Dopo che i governi precedenti erano riusciti a prorogare il regime di maggior tutela, il governo Meloni non lo ha rinnovato su pressione dell’Unione Europea e dal 31 dicembre 2023 ha posto fine al regime tutelato. In ossequio ai dogmi neoliberisti, infatti, la Commissione ritiene che la liberalizzazione dei mercati energetici sia un obiettivo da realizzare in fretta, tanto che esso rientra nei target che l’Italia stessa ha messo nero su bianco nel PNRR e che già il governo Draghi aveva previsto. L’obiettivo di liberalizzare i mercati energetici era stato incluso, infatti, nella terza rata per la quale Bruxelles, nell’ottobre 2023, aveva erogato 18,5 miliardi. A opporsi alla fine del mercato tutelato, oltre all’opposizione, era stata una parte della maggioranza rappresentata dalla Lega, ma l’Ue non si è mostrata disponibile a andare incontro al governo a causa delle divergenze di vedute. Una portavoce della Commissione ha spiegato che «La graduale eliminazione dei prezzi regolamentati dell’energia elettrica, che mira ad aumentare la concorrenza sul mercato, è una pietra miliare che fa parte del più ampio pacchetto di leggi sulla concorrenza incluso nel PNRR», aggiungendo che «i prezzi dell’elettricità sul mercato libero sono significativamente più bassi rispetto al mercato regolamentato, a vantaggio dei consumatori e delle imprese».

Le affermazioni della Commissione europea, però, sono state smentite dai fatti e agli aumenti delle bollette si aggiunge ora anche l’aumento dei prezzi del gas: la stessa Commissione, infatti, ha fatto sapere che i prezzi del gas di quest’anno saranno più alti rispetto al 2024 e arriveranno tra i 40 e i 50 euro al megawattora, a causa della fine delle forniture dalla Russia. Si dovrà attendere, dunque, il 26 febbraio, giorno in cui la Ue dovrebbe presentare il suo piano per contenere i costi dell’energia, per sapere come intendano agire le istituzioni comunitarie.
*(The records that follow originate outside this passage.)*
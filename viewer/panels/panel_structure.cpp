// The Structure panel (see panel_structure.h).
#include "viewer/panels/panel_structure.h"

#include <imgui.h>

#include <algorithm>
#include <chrono>
#include <cmath>
#include <cstdio>

#include "solver/fit/fit.h"
#include "solver/measures/neighbour_compare.h"
#include "viewer/panels/ui_style.h"

namespace kith {

namespace {
const std::string kNoTag;
ImVec4 to_imvec(const Rgb& c) { return ImVec4(c.r, c.g, c.b, 1.f); }
}  // namespace

StructurePanel::StructurePanel(const Collection& collection, MapView& view) : collection_(collection), view_(view) {
  if (view.options().colour_by.kind == ColourKind::kTag) tag_column_ = view.options().colour_by.tag_column;
}

StructurePanel::~StructurePanel() {
  if (job_.valid()) job_.wait();
  if (reference_job_.valid()) reference_job_.wait();
}

const std::string& StructurePanel::tag_of(int item) const {
  if (tag_column_ < 0 || size_t(tag_column_) >= collection_.tags.size()) return kNoTag;
  const auto& v = collection_.tags[size_t(tag_column_)].values;
  return item >= 0 && size_t(item) < v.size() ? v[size_t(item)] : kNoTag;
}

void StructurePanel::look() {
  if (job_.valid()) return;
  const auto snapshot = view_.snapshot();
  if (!snapshot || snapshot->positions.rows() != Eigen::Index(collection_.size())) {
    status_ = "no map yet";
    return;
  }
  // Copies: the helper thread shares nothing with the window.
  Points features = collection_.features;
  Points map = snapshot->positions;
  std::vector<std::string> tags;
  const bool have_tags = tag_column_ >= 0 && size_t(tag_column_) < collection_.tags.size();
  if (have_tags) tags = collection_.tags[size_t(tag_column_)].values;
  FindingsOptions options = options_;
  job_iteration_ = snapshot->iteration;
  status_ = "looking...";
  job_ = std::async(std::launch::async, [features = std::move(features), map = std::move(map), tags = std::move(tags),
                                         have_tags, options]() {
    return std::make_shared<MapFindings>(find_structure(features, map, have_tags ? &tags : nullptr, options));
  });
}

void StructurePanel::poll() {
  if (!job_.valid() || job_.wait_for(std::chrono::seconds(0)) != std::future_status::ready) return;
  try {
    found_ = job_.get();
    found_iteration_ = job_iteration_;
    char buf[96];
    std::snprintf(buf, sizeof buf, "the map at step %llu", static_cast<unsigned long long>(found_iteration_));
    status_ = buf;
  } catch (const std::exception& e) {
    job_ = {};
    status_ = std::string("could not look: ") + e.what();
  }
}

void StructurePanel::finish_look() {
  if (job_.valid()) job_.wait();
  poll();
}

void StructurePanel::choose_suspect(int item) {
  chosen_suspect_ = item;
  view_.selection().set({item});
  view_.focus_selection();
  // Its map neighbours join the selection so they show framed in the map.
  if (found_ && found_->map_graph.n == collection_.size()) {
    const NeighbourGraph& g = found_->map_graph;
    for (size_t r = 0; r < std::min<size_t>(g.k, 10); ++r) view_.selection().add(g.index[size_t(item) * g.k + r]);
  }
  view_.selection_changed();
}

void StructurePanel::draw(bool* open, const DockRect& rect) {
  poll();
  if (!looked_once_) {
    looked_once_ = true;
    look();
  }
  begin_docked("Structure", rect, open);
  if (ImGui::Button(busy() ? "Looking..." : "Look again")) look();
  if (ImGui::IsItemHovered()) ImGui::SetTooltip("find suspects, groups and neighbourhoods in the map as it is now");
  ImGui::SameLine();
  ImGui::TextDisabled("%s", status_.c_str());
  if (!collection_.tags.empty()) {
    ImGui::AlignTextToFramePadding();
    ImGui::TextDisabled("tag");
    ImGui::SameLine();
    ImGui::SetNextItemWidth(-1.f);
    if (ImGui::BeginCombo("##tag", collection_.tags[size_t(tag_column_)].name.c_str())) {
      for (size_t t = 0; t < collection_.tags.size(); ++t)
        if (ImGui::Selectable(collection_.tags[t].name.c_str(), int(t) == tag_column_)) {
          tag_column_ = int(t);
          look();
        }
      ImGui::EndCombo();
    }
  }
  int space = int(options_.suspects.space);
  if (chip_choice("neighbours in", &space, {"features", "map", "both"})) {
    options_.suspects.space = SuspectSpace(space);
    look();
  }
  if (ImGui::BeginTabBar("structure-tabs")) {
    if (ImGui::BeginTabItem("Suspects")) {
      tab_suspects();
      ImGui::EndTabItem();
    }
    if (ImGui::BeginTabItem("Groups")) {
      tab_groups();
      ImGui::EndTabItem();
    }
    if (ImGui::BeginTabItem("Neighbours")) {
      tab_neighbours();
      ImGui::EndTabItem();
    }
    if (ImGui::BeginTabItem("Moved")) {
      tab_moved();
      ImGui::EndTabItem();
    }
    ImGui::EndTabBar();
  }
  end_docked();
}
Nel frattempo, dalla Borsa del gas di Amsterdam, il Ttf, è arrivata la conferma all’allarme di Bruxelles: la quotazione del metano è salita del 3,2%, arrivando a 55,05 euro al megawattora, il valore più alto dal 2023. Dall’inizio dell’anno si è registrato un aumento del prezzo del gas pari al 12,6%.
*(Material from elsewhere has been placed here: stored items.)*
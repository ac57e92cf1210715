// Finite-difference checks of the judgment term (t-STE, alpha 1 and 2), the drag springs and the
// blended objective; validation of judgments.
#include <doctest/doctest.h>

#include <cmath>
#include <random>

#include "solver/objective/blended_objective.h"
#include "solver/objective/judgment_term.h"
#include "solver/objective/spring_term.h"
#include "tests/approx.h"

namespace {

using kith::Judgment;
using kith::Points;

constexpr double kStep = 1e-6;        // central difference step
constexpr double kGradAbsTol = 1e-6;  // absolute tolerance on each gradient element
constexpr double kGradRelTol = 1e-5;  // relative tolerance on each gradient element

Points random_map(int n, int d, uint64_t seed, double scale = 1.5) {
  std::mt19937_64 rng(seed);
  std::normal_distribution<double> g(0.0, scale);
  Points y(n, d);
  for (int i = 0; i < n; ++i)
    for (int c = 0; c < d; ++c) y(i, c) = g(rng);
  return y;
}

std::vector<Judgment> random_judgments(int n, int m, uint64_t seed) {
  std::mt19937_64 rng(seed);
  std::uniform_int_distribution<int> item(0, n - 1);
  std::uniform_real_distribution<double> w(0.5, 2.0);
  std::vector<Judgment> js;
  while (int(js.size()) < m) {
    Judgment j;
    j.anchor = item(rng);
    j.nearer = item(rng);
    j.farther = item(rng);
    if (j.anchor == j.nearer || j.anchor == j.farther || j.nearer == j.farther) continue;
    j.id = int64_t(js.size());
    j.weight = w(rng);
    js.push_back(j);
  }
  return js;
}

}  // namespace

TEST_CASE("judgment term: t-STE gradient matches finite differences for alpha 1, 2 and 0.5") {
  for (double alpha : {1.0, 2.0, 0.5}) {
    CAPTURE(alpha);
    for (int d : {2, 3}) {
      kith::JudgmentTerm term(12, {alpha, 1});
      auto js = random_judgments(12, 40, 7 + uint64_t(d));
      js[3].retracted = true;
      term.set_judgments(js);
      const Points y = random_map(12, d, 11);
      Points g;
      const double cost = term.evaluate(y, &g);
      CHECK(cost == doctest::Approx(term.evaluate(y, nullptr)).epsilon(1e-14));
      kith::test::assert_near(g, kith::test::central_differences(term, y, kStep), kGradAbsTol, kGradRelTol,
                              "t-STE gradient");
    }
  }
}

TEST_CASE("judgment term: cost is -w log p with the Student-t kernel written out") {
  // One judgment, positions chosen by hand; K from the published t-STE formula.
  Points y(3, 3);
  y << 0, 0, 0, 1, 0, 0, 0, 2, 1;
  for (double alpha : {1.0, 2.0, 3.5}) {
    auto K = [alpha](double d2) { return std::pow(1 + d2 / alpha, -(alpha + 1) / 2); };
    const double p = K(1.0) / (K(1.0) + K(5.0));
    kith::JudgmentTerm term(3, {alpha, 1});
    Judgment j;
    j.anchor = 0, j.nearer = 1, j.farther = 2, j.weight = 1.7;
    term.set_judgments({j});
    CHECK(term.evaluate(y, nullptr) == doctest::Approx(-1.7 * std::log(p)).epsilon(1e-12));
    CHECK(kith::tste_probability(y, 0, 1, 2, alpha) == doctest::Approx(p).epsilon(1e-12));
  }
}

TEST_CASE("judgment term: retracted judgments are ignored, the threaded sum equals the serial one") {
  const int n = 400;
  auto js = random_judgments(n, 20000, 3);
  for (size_t t = 0; t < js.size(); t += 7) js[t].retracted = true;
  const Points y = random_map(n, 3, 5);
  kith::JudgmentTerm serial(n, {1.0, 1}), threaded(n, {1.0, 4});
  serial.set_judgments(js);
  threaded.set_judgments(js);
  Points gs, gt;
  const double cs = serial.evaluate(y, &gs), ct = threaded.evaluate(y, &gt);
  CHECK(ct == doctest::Approx(cs).epsilon(1e-12));
  kith::test::assert_near(gt, gs, 1e-10, 1e-10, "threaded gradient");

  std::vector<Judgment> active;
  for (const auto& j : js)
    if (!j.retracted) active.push_back(j);
  kith::JudgmentTerm only_active(n, {1.0, 1});
  only_active.set_judgments(active);
  CHECK(only_active.evaluate(y, nullptr) == doctest::Approx(cs).epsilon(1e-12));
  CHECK(serial.active_count() == active.size());
}

TEST_CASE("judgment term: contradictory and repeated judgments are allowed") {
  kith::JudgmentTerm term(3);
  Judgment a;
  a.anchor = 0, a.nearer = 1, a.farther = 2;
  Judgment b = a;
  std::swap(b.nearer, b.farther);
  term.set_judgments({a, a, b});
  CHECK(term.active_count() == 3);
  CHECK(term.touched_items() == 3);
}

TEST_CASE("judgment term: a judgment naming the same item twice or an unknown item is rejected") {
  kith::JudgmentTerm term(5);
  Judgment ok;
  ok.anchor = 0, ok.nearer = 1, ok.farther = 2;
  term.set_judgments({ok});

  Judgment same = ok;
  same.farther = 0;
  same.id = 77;
  try {
    term.set_judgments({ok, same});
    FAIL("accepted a judgment naming the same item twice");
  } catch (const kith::JudgmentError& e) {
    const std::string m = e.what();
    CHECK(m.find("judgment 2 (id 77)") != std::string::npos);
    CHECK(m.find("anchor and farther are the same item (0)") != std::string::npos);
  }
  CHECK(term.judgments().size() == 1);  // the old set is kept

  Judgment unknown = ok;
  unknown.nearer = 9;
  CHECK_THROWS_WITH_AS(term.add(unknown), doctest::Contains("nearer item 9 is unknown (the collection has 5 items)"),
                       kith::JudgmentError);
  Judgment negative = ok;
  negative.anchor = -1;
  CHECK(kith::judgment_problem(negative, 5).find("anchor item -1 is unknown") != std::string::npos);
  Judgment bad_weight = ok;
  bad_weight.weight = std::nan("");
  CHECK(kith::judgment_problem(bad_weight, 5).find("weight") != std::string::npos);
  CHECK(term.judgments().size() == 1);
  CHECK_THROWS_AS(kith::JudgmentTerm(5, {0.0, 1}), std::invalid_argument);
}

TEST_CASE("judgment term: removing items drops the judgments that name them and renumbers the rest") {
  kith::JudgmentTerm term(6);
  Judgment a, b;
  a.anchor = 0, a.nearer = 3, a.farther = 5;
  b.anchor = 1, b.nearer = 2, b.farther = 4;
  term.set_judgments({a, b});
  term.remove_items({2});
  REQUIRE(term.judgments().size() == 1);
  CHECK(term.judgments()[0].nearer == 2);
  CHECK(term.judgments()[0].farther == 4);
  CHECK(term.size() == 5);
}

TEST_CASE("spring term: gradient matches finite differences") {
  kith::SpringTerm springs(3);
  const double t1[3] = {1, 2, 3}, t2[3] = {-1, 0.5, 0};
  springs.set_target(1, t1);
  springs.set_target(4, t2);
  springs.set_target(4, t1);  // latest wins
  const Points y = random_map(6, 3, 2);
  Points g;
  const double cost = springs.evaluate(y, &g);
  CHECK(cost == doctest::Approx(0.5 * ((y.row(1) - Eigen::RowVector3d(1, 2, 3)).squaredNorm() +
                                       (y.row(4) - Eigen::RowVector3d(1, 2, 3)).squaredNorm())));
  kith::test::assert_near(g, kith::test::central_differences(springs, y, kStep), kGradAbsTol, kGradRelTol,
                          "spring gradient");
  springs.remove_items({0});
  CHECK(springs.has_target(0));
  CHECK(springs.has_target(3));
  CHECK_FALSE(springs.has_target(4));
}

TEST_CASE("blended objective: gradient matches finite differences, pins zero their rows, blend changes live") {
  const int n = 15;
  kith::BlendedObjective obj(n, 3);
  obj.set_judgments(random_judgments(n, 30, 21));
  const double target[3] = {0.5, -0.5, 1.0};
  obj.set_drag(4, target);
  obj.set_drag_stiffness(3.0);
  const Points y = random_map(n, 3, 8);
  for (double blend : {1.0, 0.25, 6.0}) {
    obj.set_blend(blend);
    Points g;
    obj.evaluate(y, &g);
    kith::test::assert_near(g, kith::test::central_differences(obj, y, kStep), kGradAbsTol, kGradRelTol,
                            "blended gradient");
  }
  // Scaling: E = blend * T/(3 W N) * sum w (-log p) + stiffness/N * springs.
  kith::JudgmentTerm alone(n);
  alone.set_judgments(obj.judgments());
  kith::SpringTerm springs(3);
  springs.set_target(4, target);
  const double expected =
      6.0 * double(alone.touched_items()) / (3.0 * alone.active_weight() * n) * alone.evaluate(y, nullptr) +
      3.0 / n * springs.evaluate(y, nullptr);
  CHECK(obj.evaluate(y, nullptr) == doctest::Approx(expected).epsilon(1e-12));
  CHECK(obj.last_costs().judgment == doctest::Approx(alone.evaluate(y, nullptr) / alone.active_weight()));

  obj.pin(2);
  obj.pin(4);
  Points g;
  obj.evaluate(y, &g);
  CHECK(g.row(2).norm() == 0.0);
  CHECK(g.row(4).norm() == 0.0);
  CHECK(g.row(3).norm() > 0.0);
  obj.unpin(4);
  obj.evaluate(y, &g);
  CHECK(g.row(4).norm() > 0.0);
  CHECK_THROWS_AS(obj.pin(n), std::invalid_argument);
  CHECK_THROWS_AS(obj.set_blend(-1), std::invalid_argument);
}

TEST_CASE("blended objective: the judgment scale does not depend on N or on repeating the judgments") {
  // Same judgments among the first 20 items, collections of 100 and 10,000 items, once and ten times over:
  // the per-item pull of the judgments relative to 1/N (N * gradient) must not change.
  auto js = random_judgments(20, 40, 4);
  std::vector<double> pulls;
  for (int n : {100, 10000})
    for (int repeat : {1, 10}) {
      kith::BlendedObjective obj(size_t(n), 3);
      std::vector<Judgment> all;
      for (int r = 0; r < repeat; ++r) all.insert(all.end(), js.begin(), js.end());
      obj.set_judgments(all);
      Points y = Points::Zero(n, 3);
      y.topRows(20) = random_map(20, 3, 9);
      Points g;
      obj.evaluate(y, &g);
      pulls.push_back(double(n) * g.topRows(20).norm());
    }
  for (double p : pulls) CHECK(p == doctest::Approx(pulls[0]).epsilon(1e-9));
}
La volontà di liberalizzare i mercati energetici mostra l’impostazione liberista che permea l’Unione europea, ma le sue conseguenze mettono ben in luce le storture di questa impostazione economica che, lungi dal favorire la maggioranza della popolazione, permette la speculazione e l’arricchimento di poche aziende e di una ristretta cerchia economica.